I was recently looking at some old photos of my brother when he was in Vietnam. After all these years, it finally occurred to me to ask what gun he's holding. Does anyone know?
He was a WO, and flew Huey's in Vietnam. This was taken sometime in 1969.


----------



## Craigh (Jul 29, 2016)

Isn't that a M1 (or M2) Carbine 30 caliber? They were still in fairly heavy use among Airborne and Huey teams in Viet Nam. They got a lot of use by the South Vietnamese Army as well. Your brother seems to be holding a folding stock version which were quite common by then. The M2 was select fire so with its 30 round magazine, a decent CQB rifle for many.


----------



## Steve M1911A1 (Feb 6, 2008)

It is some version of the M1 Carbine.
It seems to be either the M1A1 or the M2A1 Paratrooper version, but its barrel has been shortened considerably, maybe by 7" or 8".
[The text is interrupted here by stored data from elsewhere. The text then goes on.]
package method

import (
	"math"
)

// This file: tests of a difference in spread among groups.

// BrownForsythe is Levene's (1960) test centred on the group medians, as
// proposed by Brown and Forsythe (1974, "Robust tests for the equality of
// variances", JASA 69, 364-367): the one-way ANOVA F test of the absolute
// deviations |x - median| of each group. Groups already in ascending
// order are used as they are; others are copied and sorted.
func BrownForsythe(groups [][]float64) (GroupFTest, error) {
	if err := grpCheck(groups, false); err != nil {
		return GroupFTest{}, err
	}
	ms := make([]grpMoments, len(groups))
	for i, g := range groups {
		s := grpSortedView(g)
		med := grpMedianSorted(s)
		// mean and variance of |x - med|, two passes
		n := float64(len(s))
		sum := 0.0
		for _, v := range s {
			sum += math.Abs(v - med)
		}
		m := sum / n
		var ss, r float64
		for _, v := range s {
			d := math.Abs(v-med) - m
			ss += d * d
			r += d
		}
		vr := (ss - r*r/n) / (n - 1)
		if vr < 0 {
			vr = 0
		}
		ms[i] = grpMoments{n: n, mean: m + r/n, variance: vr}
	}
	a, err := grpANOVA(ms)
	if err != nil {
		return GroupFTest{}, err
	}
	return a.GroupFTest, nil
}

func grpMedianSorted(s []float64) float64 {
	n := len(s)
	if n%2 == 1 {
		return s[n/2]
	}
	return s[n/2-1]/2 + s[n/2]/2
}

// BartlettTest is Bartlett's statistic (chi-squared on DF degrees of
// freedom) and its upper-tail p-value.
type BartlettTest struct {
	K2, DF, P float64
}

// Bartlett is Bartlett's (1937) test of equal variances for normal data
// ("Properties of sufficiency and statistical tests", Proc. R. Soc. A 160,
// 268-282).
func Bartlett(groups [][]float64) (BartlettTest, error) {
	if err := grpCheck(groups, false); err != nil {
		return BartlettTest{}, err
	}
	ms := grpAllMoments(groups)
	k := float64(len(ms))
	var N, sv, sl, sinv float64
	for i, m := range ms {
		if !(m.variance > 0) {
			return BartlettTest{}, grpErr(GroupsNoSpread, i, int(m.n))
		}
		N += m.n
		sv += (m.n - 1) * m.variance
		sl += (m.n - 1) * math.Log(m.variance)
		sinv += 1 / (m.n - 1)
	}
	sp := sv / (N - k)
	stat := ((N-k)*math.Log(sp) - sl) / (1 + (sinv-1/(N-k))/(3*(k-1)))
	if stat < 0 { // rounding when all variances are equal
		stat = 0
	}
	b := BartlettTest{K2: stat, DF: k - 1}
	b.P = chiSquaredSurvival(b.DF, stat)
	if !grpFinite(b.K2, b.P) {
		return BartlettTest{}, grpErr(GroupsNotFinite, -1, 0)
	}
	return b, nil
}

// SDRatioResult is the ratio of the largest to the smallest group SD
// (Largest and Smallest are their group indices). For two groups it also
// holds the F test of equal variances (F = the variance ratio, two-sided
// P) and the interval [Lo, Hi] for the ratio of the SDs at Level; with
// more groups HasCI is false and those fields are zero.
type SDRatioResult struct {
	Ratio             float64
	Largest, Smallest int
	HasCI             bool
	Lo, Hi, Level     float64
	F, DF1, DF2, P    float64
}

// SDRatio is the ratio of the largest to the smallest SD; for two groups
// with the F-based interval of the variance ratio (Fisher 1924; Snedecor
// and Cochran 1989, "Statistical Methods", 8th ed., sec. 6.12), square
// rooted for the SDs.
func SDRatio(groups [][]float64, level float64) (SDRatioResult, error) {
	if err := grpCheck(groups, false); err != nil {
		return SDRatioResult{}, err
	}
	if !grpLevelOK(level) {
		return SDRatioResult{}, grpErr(GroupsBadLevel, -1, 0)
	}
	ms := grpAllMoments(groups)
	lg, sm := 0, 0
	for i, m := range ms {
		if m.variance > ms[lg].variance {
			lg = i
		}
		if m.variance < ms[sm].variance {
			sm = i
		}
	}
	if lg == sm { // all variances equal: the first two
		lg, sm = 0, 1
	}
	if !(ms[sm].variance > 0) {
		return SDRatioResult{}, grpErr(GroupsNoSpread, sm, int(ms[sm].n))
	}
	vr := ms[lg].variance / ms[sm].variance
	r := SDRatioResult{Ratio: math.Sqrt(vr), Largest: lg, Smallest: sm}
	if len(groups) == 2 {
		d1, d2 := ms[lg].n-1, ms[sm].n-1
		a := (1 - level) / 2
		r.HasCI, r.Level = true, level
		r.Lo = math.Sqrt(vr / fQuantile(d1, d2, 1-a))
		r.Hi = math.Sqrt(vr / fQuantile(d1, d2, a))
		r.F, r.DF1, r.DF2 = vr, d1, d2
		r.P = math.Min(1, 2*math.Min(fCDF(d1, d2, vr), fSurvival(d1, d2, vr)))
	}
	if !grpFinite(r.Ratio, r.Lo, r.Hi, r.F, r.P) {
		return SDRatioResult{}, grpErr(GroupsNotFinite, -1, 0)
	}
	return r, nil
}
(Craig and I were posting the same information, at the same time.)


----------



## Wandering Man (Jul 9, 2006)

Thanks. Someone suggested it might be an M3? But I trust the opinions here.


----------



## DJ Niner (Oct 3, 2006)

Wandering Man said:


> I was recently looking at some old photos of my brother when he was in Vietnam. After all these years, it finally occurred to me to ask what gun he's holding. Does anyone know?
> He was a WO, and flew Huey's in Vietnam. This was taken sometime in 1969.
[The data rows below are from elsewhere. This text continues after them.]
func (d *ctlDeque) init(c int)     { d.buf = make([]int, c) }
func (d *ctlDeque) front() int     { return d.buf[d.head] }
func (d *ctlDeque) back() int      { return d.buf[(d.head+d.n-1)%len(d.buf)] }
func (d *ctlDeque) popBack()       { d.n-- }
func (d *ctlDeque) popFront()      { d.head = (d.head + 1) % len(d.buf); d.n-- }
func (d *ctlDeque) pushBack(i int) { d.buf[(d.head+d.n)%len(d.buf)] = i; d.n++ }

// ctlMRCov1 is the covariance of two adjacent moving ranges of span 2 of
// independent N(0, 1) readings: |D₁| and |D₂| with D ~ N(0, 2) and
// correlation −1/2, E|D₁||D₂| = 2·(2/π)(√(1−ρ²) + ρ·asin ρ) = 2√3/π + 1/3.
var ctlMRCov1 = 2*math.Sqrt(3)/math.Pi + 1.0/3 - 4/math.Pi

// SigmaMovingRange estimates σ from individual readings as the average
// moving range of span w divided by d2(w) (Shewhart individuals chart;
// ASTM E2587, NIST/SEMATECH e-Handbook 6.3.2.2). A moving range enters
// only when its whole window is in keep (nil keeps every reading): a
// reading left out of the baseline takes out the ranges that touch it.
//
// Degrees of freedom: Patnaik's (1950) ν = 1/(2·CV²) with the exact
// variance of the average of m moving ranges of span 2 (adjacent ranges
// correlated, ranges further apart independent), which gives ν ≈ 0.605·m
// for long series, close to the 0.62·(k−1) quoted for the average moving
// range in the literature (from memory). For span w > 2 the windows that
// share at most one reading are treated as independent: ν = m'·d2²/(2d3²)
// with m' = ⌊m/(w−1)⌋, on the safe side.
func SigmaMovingRange(x []float64, w int, keep []bool) (SigmaEstimate, error) {
	sum, m := 0.0, len(x)-1
	if w == 2 && keep == nil && m >= 1 {
		// the usual case, summed without an array of ranges (long series)
		prev := x[0]
		for _, v := range x[1:] {
			sum += math.Abs(v - prev)
			prev = v
		}
	} else {
		mr, mm, err := ctlKeptRanges(x, w, keep)
		if err != nil {
			return SigmaEstimate{}, err
		}
		sum, m = 0, mm
		for _, v := range mr {
			sum += v
		}
	}
	c, _ := Constants(w)
	mbar := sum / float64(m)
	est := SigmaEstimate{Sigma: mbar / c.SmallD2, Count: m}
	if w == 2 {
		// Var(Σ MR) = m·v0 + 2·(pairs of adjacent kept ranges)·c1, σ = 1.
		adj := ctlAdjacentKept(len(x), w, keep)
		v0 := 2 * (1 - 2/math.Pi)
		vs := float64(m)*v0 + 2*float64(adj)*ctlMRCov1
		cv2 := vs / (float64(m) * float64(m) * c.SmallD2 * c.SmallD2)
		est.DF = ctlPatnaikDF(cv2)
	} else {
		mm := m / (w - 1)
		if mm < 1 {
			mm = 1
		}
		est.DF = float64(mm) * c.SmallD2 * c.SmallD2 / (2 * c.SmallD3 * c.SmallD3)
	}
	return est, nil
}

// ctlKeptRanges returns the moving ranges of span w whose windows lie in
// keep, and their count.
func ctlKeptRanges(x []float64, w int, keep []bool) ([]float64, int, error) {
	if keep != nil && len(keep) != len(x) {
		return nil, 0, fmt.Errorf("baseline marks %d readings, the series has %d", len(keep), len(x))
	}
	all, err := MovingRanges(x, w)
	if err != nil {
		return nil, 0, err
	}
	if keep == nil {
		return all, len(all), nil
	}
	out := all[:0]
	run := 0 // kept readings in a row ending at i
	for i := range x {
		if keep[i] {
			run++
		} else {
			run = 0
		}
		if i >= w-1 && run >= w {
			out = append(out, all[i-w+1])
		}
	}
	if len(out) == 0 {
		return nil, 0, fmt.Errorf("the baseline holds no %d readings in a row: no moving range to estimate the spread from", w)
	}
	return out, len(out), nil
}

// ctlAdjacentKept counts pairs of kept moving ranges (span w) at
// consecutive positions.
func ctlAdjacentKept(n, w int, keep []bool) int {
	if keep == nil {
		m := n - w + 1
		if m < 2 {
			return 0
		}
		return m - 1
	}
	adj, run := 0, 0
	for i := 0; i < n; i++ {
		if keep[i] {
			run++
		} else {
			run = 0
		}
		if run >= w+1 {
			adj++
		}
	}
	return adj
}

// SigmaMedianMovingRange estimates σ as the median moving range of span w
// divided by d4(w), the median of the range of w standard normal readings
// (the median moving range chart: Nelson 1982, ASTM E2587). keep as in
// SigmaMovingRange.
//
// Degrees of freedom: Patnaik's ν = 1/(2·CV²) with the large-sample
// variance of a sample median, 1/(4·m'·f(d4)²) where f is the density of
// the range at its median; m' is the number of ranges for span 2 (the weak
// correlation of adjacent ranges is ignored) and ⌊m/(w−1)⌋ for span w > 2.
func SigmaMedianMovingRange(x []float64, w int, keep []bool) (SigmaEstimate, error) {
	mr, m, err := ctlKeptRanges(x, w, keep)
	if err != nil {
		return SigmaEstimate{}, err
	}
	c, _ := Constants(w)
	s := slices.Clone(mr)
	slices.Sort(s)
	med := s[m/2]
	if m%2 == 0 {
		med = (s[m/2-1] + s[m/2]) / 2
	}
	mm := m
	if w > 2 {
		mm = m / (w - 1)
		if mm < 1 {
			mm = 1
		}
	}
	f := ctlRangeDensity(w, c.SmallD4)
	cv2 := 1 / (4 * float64(mm) * f * f * c.SmallD4 * c.SmallD4)
	return SigmaEstimate{Sigma: med / c.SmallD4, DF: ctlPatnaikDF(cv2), Count: m}, nil
}

// ctlRangeDensity is the density of the range of n standard normal
// readings, n(n−1) ∫ φ(x) φ(x+w) [Φ(x+w) − Φ(x)]^(n−2) dx.
func ctlRangeDensity(n int, w float64) float64 {
	m := float64(n - 2)
	f := func(x float64) float64 {
		d := ctlPhiDiff(x, x+w)
		if d <= 0 {
			return 0
		}
		return math.Exp(-x*x/2-(x+w)*(x+w)/2+m*math.Log(d)) / (2 * math.Pi)
	}
	return float64(n) * float64(n-1) * ctlPanels(f, -ctlXMax, ctlXMax)
}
That appears to be an "M1 Enforcer" pistol, made by Universal. Several different companies made pistol-style M1 .30-Carbine-caliber firearms in the 60s and 70s, and the pictured gun seems to be one of those. They were NOT military issue, but it's no secret that many non-military-issue firearms found their way to the war in Vietnam, and were carried by our troops. I say this is probably the Universal-brand pistol because of the shape of the base of the pistol grip, which is visible in the photo below the right hand. More info and a great video on the subject can be found here:

https://www.forgottenweapons.com/m1-enforcer-carbine-pistols-at-ria/

I fired one of these pistols many years ago, and with surplus ball ammo, the muzzle-flash fireball was absolutely epic, and could be seen even in bright sunlight. However, burning much of your gunpowder out in FRONT of the firearm doesn't do much for the power of your ammo. Think of it as a 60s/70s version of the more modern Intratec TEC-9, TEC-DC9, or AB-10 pistols in 9mm, and you won't be far off base.


----------



## Craigh (Jul 29, 2016)

They only made around 3,000 M3 versions which had a mount for an infrared night sight.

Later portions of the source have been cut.